Exercise self-efficacy was assessed using a scale developed by Marcus et al. (1992) [24]. This instrument assesses confidence in one’s ability to exercise under conditions that might affect participation. Internal consistency has been demonstrated to be r=0.76 [24]. Scores from this brief 5-item questionnaire were calculated by computing the mean of all five items for each client. A total score could range from 1 to 5 points, with one representing lowest efficacy to exercise, and five representing the highest (most confident).
Social support for exercise was measured using the Social Support for Exercise Scale and demonstrates concurrent and criterion-related validity (r=0.61-0.91) to exercise habits [25]. The scale includes two subscales designed to differentiate between friend (peers-5- item) and family (member of household-15-item) support for PA. Subjects rated the frequency of support from family and friends on a 5-point Likert scale [1 (none) and 5 (very often)] for each item on the questionnaire. The total sum of all subscales was recorded with a lower score representing less support, and a higher score representing higher support.
Motivation to be physically active was measured using the Situational Motivation Scale (SIMS) [22]. This 16-item scale assess four subscales of motivation that include: 1) Intrinsic motivation; 2) Identified regulation; 3) External regulation; and 4) Amotivation. The questionnaire assesses reasons for participating in exercise on a 7-point Likert scale [1 corresponds not at all to a motivational factor and 7 corresponds exactly to a motivational factor]. Internal consistency has been demonstrated to be r=0.85 [22]. A total sum of each subscale was recorded. Subscale 1 represented Intrinsic motivation, while Subscales 2. (Identified regulation) and 3. (External regulation) were combined to represent Extrinsic motivation. Lower scores are associated with less motivation, while higher scores are associated with higher motivation.
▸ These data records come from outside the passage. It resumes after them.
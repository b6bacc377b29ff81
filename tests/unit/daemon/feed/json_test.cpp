// parse_json against RFC 8259 and against hostile text.
#include <algorithm>
#include <chrono>
#include <string>

#include "expect.h"
#include "strategies/digest/sha256.h"

namespace nightweigh::feed {
namespace {

const Limits limits;
ParsedBatch json(std::string_view text) {
  return parse_json(text, limits);
}
ParsedBatch row(std::string_view members) {
  return json(R"({"closes":[{)" + std::string(members) + "}]}");
}
ParsedBatch with_close(std::string_view value) {
  return row(R"("date":"2026-03-02","instrument":"ALDER","close":)" + std::string(value));
}
ParsedBatch with(std::string_view members) {
  return with_close("1," + std::string(members));
}

TEST_CASE("a plain batch, strings or numbers, exact to the last digit") {
  const std::string text =
      R"({"closes":[{"date":"2026-03-02","instrument":"ALDER","close":"61.20"},)"
      R"( {"split":2,"close":0.1000000000,"revision":4,"dividend":"0.25","instrument":"BRINE","date":"2026-03-02"}]})";
  const ParsedBatch batch = json(text);
  INFO(all_messages(batch));
  REQUIRE(batch.ok());
  CHECK(batch.digest == sha256_hex(text));
  REQUIRE(batch.rows.size() == 2);
  CHECK(batch.rows[0].close ==
        Close{*Date::parse("2026-03-02"), "ALDER", 0, *Decimal::parse("61.2"), {}, {}});
  CHECK(batch.rows[1].close == Close{*Date::parse("2026-03-02"), "BRINE", 4, *Decimal::parse("0.1"),
                                     *Decimal::parse("0.25"), Decimal(2)});
  // 22 digits, more than a double holds.
  for (const std::string_view exact : {"999999999999.9999999999", "123456789012.0123456789"}) {
    CHECK(with_close(exact).rows.at(0).close.close.to_string() == exact);
    CHECK(with_close("\"" + std::string(exact) + "\"").rows.at(0).close.close.to_string() == exact);
  }
  CHECK(with(R"("dividend":null,"split":null,"revision":null)").ok());
  CHECK(with(R"("dividend":"","split":"","revision":"")").ok());
  CHECK(with_close("\"\\u0036\\u0031\"").rows.at(0).close.close == Decimal(61));  // escapes are JSON's
  CHECK(json(" {\t\"closes\" :\r\n[ {\"date\":\"2026-03-02\",\"instrument\":\"ALDER\",\"close\":1} ] }\n")
            .ok());
}

TEST_CASE("the same words as for CSV") {
  const std::string head = "date,instrument,close\n2026-03-02,ALDER,";
  for (const std::string value : {"abc", "12.", ".5", " 61", "1e5", "inf", "-1", "0", ""}) {
    const ParsedBatch by_csv = parse_csv(head + value + "\n", limits),
                      by_json = with_close("\"" + value + "\"");
    REQUIRE(by_csv.errors.size() == 1);
    CHECK(all_messages(by_csv) == all_messages(by_json));
  }
}

TEST_CASE("numbers are read from their text") {
  expect_one(with_close("1e5"), 1, "close", "is written with an exponent: \"1e5\"");
  expect_one(with_close("6.12E1"), 1, "close", "is written with an exponent: \"6.12E1\"");
  expect_one(with_close("0"), 1, "close", "is zero");
  expect_one(with_close("-61.20"), 1, "close", "is negative: \"-61.20\"");
  expect_one(with_close("18446744073709551616"), 1, "close", "more than 12 digits");
  expect_one(with_close("1e999"), 1, "", "far beyond every price");
  expect_one(with_close("NaN"), 1, "", "JSON has no NaN");
  expect_one(with_close("Infinity"), 1, "", "JSON has no NaN");
  expect_one(with_close("-Infinity"), 1, "", "JSON has no NaN");
  expect_one(with_close("nan"), 1, "", "JSON has no NaN");
  expect_one(with_close("01"), 1, "", "is not valid JSON");
  expect_one(with_close(".5"), 1, "", "is not valid JSON");
  expect_one(with_close("+1"), 1, "", "is not valid JSON");
  expect_one(with_close("1."), 1, "", "is not valid JSON");
  expect_one(with_close("0x10"), 1, "", "is not valid JSON");
  expect_one(with(R"("revision":1.0)"), 1, "revision", "is not a whole number");
  expect_one(with(R"("revision":-1)"), 1, "revision", "is not a whole number");
}

TEST_CASE("keys and types") {
  expect_one(row(R"("date":"2026-03-02","instrument":"ALDER")"), 1, "close", "is missing");
  expect_one(with(R"("remark":"x")"), 1, "remark", "unknown column");
  expect_one(with(R"("Close":"x")"), 1, "Close", "Write it as close");
  for (const std::string name : {"volume", "pay_date", "relative", "currency"}) {
    expect_one(with("\"" + name + "\":[1,{\"a\":2}]"), 1, name, "this version does not read the column",
               ErrorKind::not_built);
  }
  expect_one(with(R"("close":2)"), 1, "close", "stands twice in one object");
  expect_one(with(R"("close":1)"), 1, "close", "stands twice in one object");
  expect_one(with(R"("cl\u006fse":2)"), 1, "close", "stands twice in one object");
  expect_one(with_close("true"), 1, "close", "is true or false");
  expect_one(with_close("null"), 1, "close", "is null");
  expect_one(with_close("[1]"), 1, "close", "is an array");
  expect_one(with_close(R"({"value":1})"), 1, "close", "is an object");
  expect_one(row(R"("date":20260302,"instrument":"ALDER","close":1)"), 1, "date",
             "is a number: \"20260302\"");
  expect_one(row(R"("date":"2026-03-02","instrument":7,"close":1)"), 1, "instrument", "is a number");
  expect_one(json(R"({"closes":[]})"), 0, "", "has no rows");
  expect_one(json("{}"), 0, "closes", "is missing");
  expect_one(json(R"({"closes":{}})"), 0, "closes", "is an object, not an array");
  expect_one(json(R"({"closes":5})"), 0, "closes", "is not an array");
  expect_one(json(R"({"closes":[5]})"), 1, "", "is not an object");
  expect_one(json(R"({"closes":[[1,2]]})"), 1, "", "is an array, not an object");
  expect_one(json(R"([{"closes":[]}])"), 0, "", "is an array, not an object");
  expect_one(json("5"), 0, "", "is not a JSON object");
  expect_one(json(R"("closes")"), 0, "", "is not a JSON object");
  expect_one(json(R"({"closes":[{"date":"2026-03-02","instrument":"ALDER","close":1}],"closes":[]})"), 0,
             "closes", "stands twice in one object");
  expect_one(json(R"({"closes":[{"date":"2026-03-02","instrument":"ALDER","close":1}],"rows":[[]]})"), 0,
             "rows", "is an unknown key");
}

TEST_CASE("a token is refused and never repeated") {
  const ParsedBatch batch =
      json(R"({"token":"very secret","closes":[{"date":"2026-03-02","instrument":"ALDER","close":1}]})");
  expect_one(batch, 0, "token", "this version asks for no token. Leave it out", ErrorKind::not_built);
  CHECK_FALSE(contains(all_messages(batch), "secret"));
}

TEST_CASE("broken text") {
  const std::string good = R"({"closes":[{"date":"2026-03-02","instrument":"ALDER","close":1}]})";
  REQUIRE(json(good).ok());
  // Cut anywhere: refused, nothing of it is taken for a batch.
  for (std::size_t size = 0; size < good.size(); ++size) {
    const ParsedBatch batch = json(good.substr(0, size));
    INFO(good.substr(0, size) << " -> " << all_messages(batch));
    CHECK_FALSE(batch.ok());
    CHECK(contains(all_messages(batch), size == 0 ? "is empty" : "ends in the middle"));
  }
  expect_one(json(good + "x"), 0, "", "text after the end of the batch");
  expect_one(json(good + good), 0, "", "text after the end of the batch");
  expect_one(json(good + "// remark"), 0, "", "text after the end of the batch");
  expect_one(json("\xEF\xBB\xBF" + good), 0, "", "starts with a byte order mark");
  expect_one(json(good + std::string(1, '\0')), 0, "", "NUL byte at byte " + std::to_string(good.size() + 1));
  expect_one(json("{\"closes\":[{\"date\":\"2026\xFF\"}]}"), 0, "", "is not valid UTF-8 at byte 25");
  expect_one(with_close("'1'"), 1, "", "is not valid JSON");
  expect_one(row(R"(date:"2026-03-02")"), 1, "", "is not valid JSON");
  expect_one(with_close("1,"), 1, "", "is not valid JSON");
  expect_one(with_close("\"a\nb\""), 1, "", "is not valid JSON");
  expect_one(with_close(R"("\ud800")"), 1, "", "is not valid JSON");
  // An escaped NUL is text like any other.
  expect_one(with_close(R"("6\u00001")"), 1, "close", "is not a decimal number: \"6\\x001\"");
}

TEST_CASE("nesting is refused at the limit, at once") {
  const std::size_t million = 1'000'000;
  const std::string brackets(million, '[');
  expect_one(json(brackets), 0, "", "is an array, not an object");
  for (const std::string head :
       {R"({"closes":[)", R"({"closes":[{"close":)", R"({"other":)", R"({"closes":)"}) {
    const auto start = std::chrono::steady_clock::now();
    const ParsedBatch batch = json(head + brackets);
    const auto took = std::chrono::steady_clock::now() - start;
    REQUIRE_FALSE(batch.ok());
    CHECK(contains(all_messages(batch), "nests deeper than 32 levels"));
    CHECK(took < std::chrono::seconds(1));  // measured: a few ms, mostly SHA-256
  }
  std::string objects;
  for (std::size_t i = 0; i < million; ++i) objects += R"({"a":)";
  CHECK(contains(all_messages(json(objects)), "nests deeper than 32 levels"));
  // 32 levels in a refused value are passed over, and reading goes on behind them.
  const std::string deep =
      with("\"volume\":" + std::string(29, '[') + std::string(29, ']')).errors.at(0).message();
  CHECK(contains(deep, "does not read the column volume"));
}

TEST_CASE("repetitions, contradictions, limits") {
  const auto item = [](const std::string& close) {
    return R"({"date":"2026-03-02","instrument":"ALDER","close":)" + close + "}";
  };
  CHECK(json(R"({"closes":[)" + item("\"61.20\"") + "," + item("61.2") + "]}").rows.size() == 1);
  expect_one(json(R"({"closes":[)" + item("\"61.20\"") + "," + item("61.3") + "]}"), 2, "close",
             "contradicts row 1");
  Limits small;
  small.rows_max = 1;
  expect_one(parse_json(R"({"closes":[)" + item("1") + "," + item("1") + "]}", small), 2, "",
             "limit of 1 rows", ErrorKind::limit);
  small.errors_max = 3;
  std::string many = R"({"closes":[1)";
  for (int i = 0; i < 100; ++i) many += ",1";
  CHECK(parse_json(many + "]}", small).errors.size() == 4);
  small.bytes_max = 10;
  expect_one(parse_json(R"({"closes":[]})", small), 0, "", "limit of 10", ErrorKind::limit);
}

TEST_CASE("ten thousand rows") {
  std::string text = R"({"closes":[)";
  for (int i = 0; i < 10'000; ++i) {
    text += (i > 0 ? "," : "") + std::string(R"({"date":")") +
            Date::parse("1990-01-01")->plus_days(i).to_string() +
            R"(","instrument":"ALDER","close":"61.20"})";
  }
  text += "]}";
  std::chrono::duration<double, std::milli> took =
      std::chrono::hours(1);  // the best of a few: others work here too
  for (int i = 0; i < 5; ++i) {
    const auto start = std::chrono::steady_clock::now();
    const ParsedBatch batch = json(text);
    took = std::min<decltype(took)>(took, std::chrono::steady_clock::now() - start);
    CHECK(batch.rows.size() == 10'000);
  }
  MESSAGE("10,000 rows of JSON, " << text.size() << " bytes: " << took.count() << " ms");
}

}  // namespace
}  // namespace nightweigh::feed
Exercise enjoyment was assessed using the Physical Activity Enjoyment Scale (PACES) that determines “the extent to which an individual experiences a particular PA as enjoyable at a given point in time” [23]. Factorial validity and convergent evidence for construct validity indicate that the PACES is a valid measure of PA enjoyment [23]. Subjects rated their feelings about PA on a seven point Likert scale for 18 items. A sum of all items together for a final score ranged from a possible 18 (lowest enjoyment) to 126 (highest enjoyment). Higher scores reflected greater enjoyment.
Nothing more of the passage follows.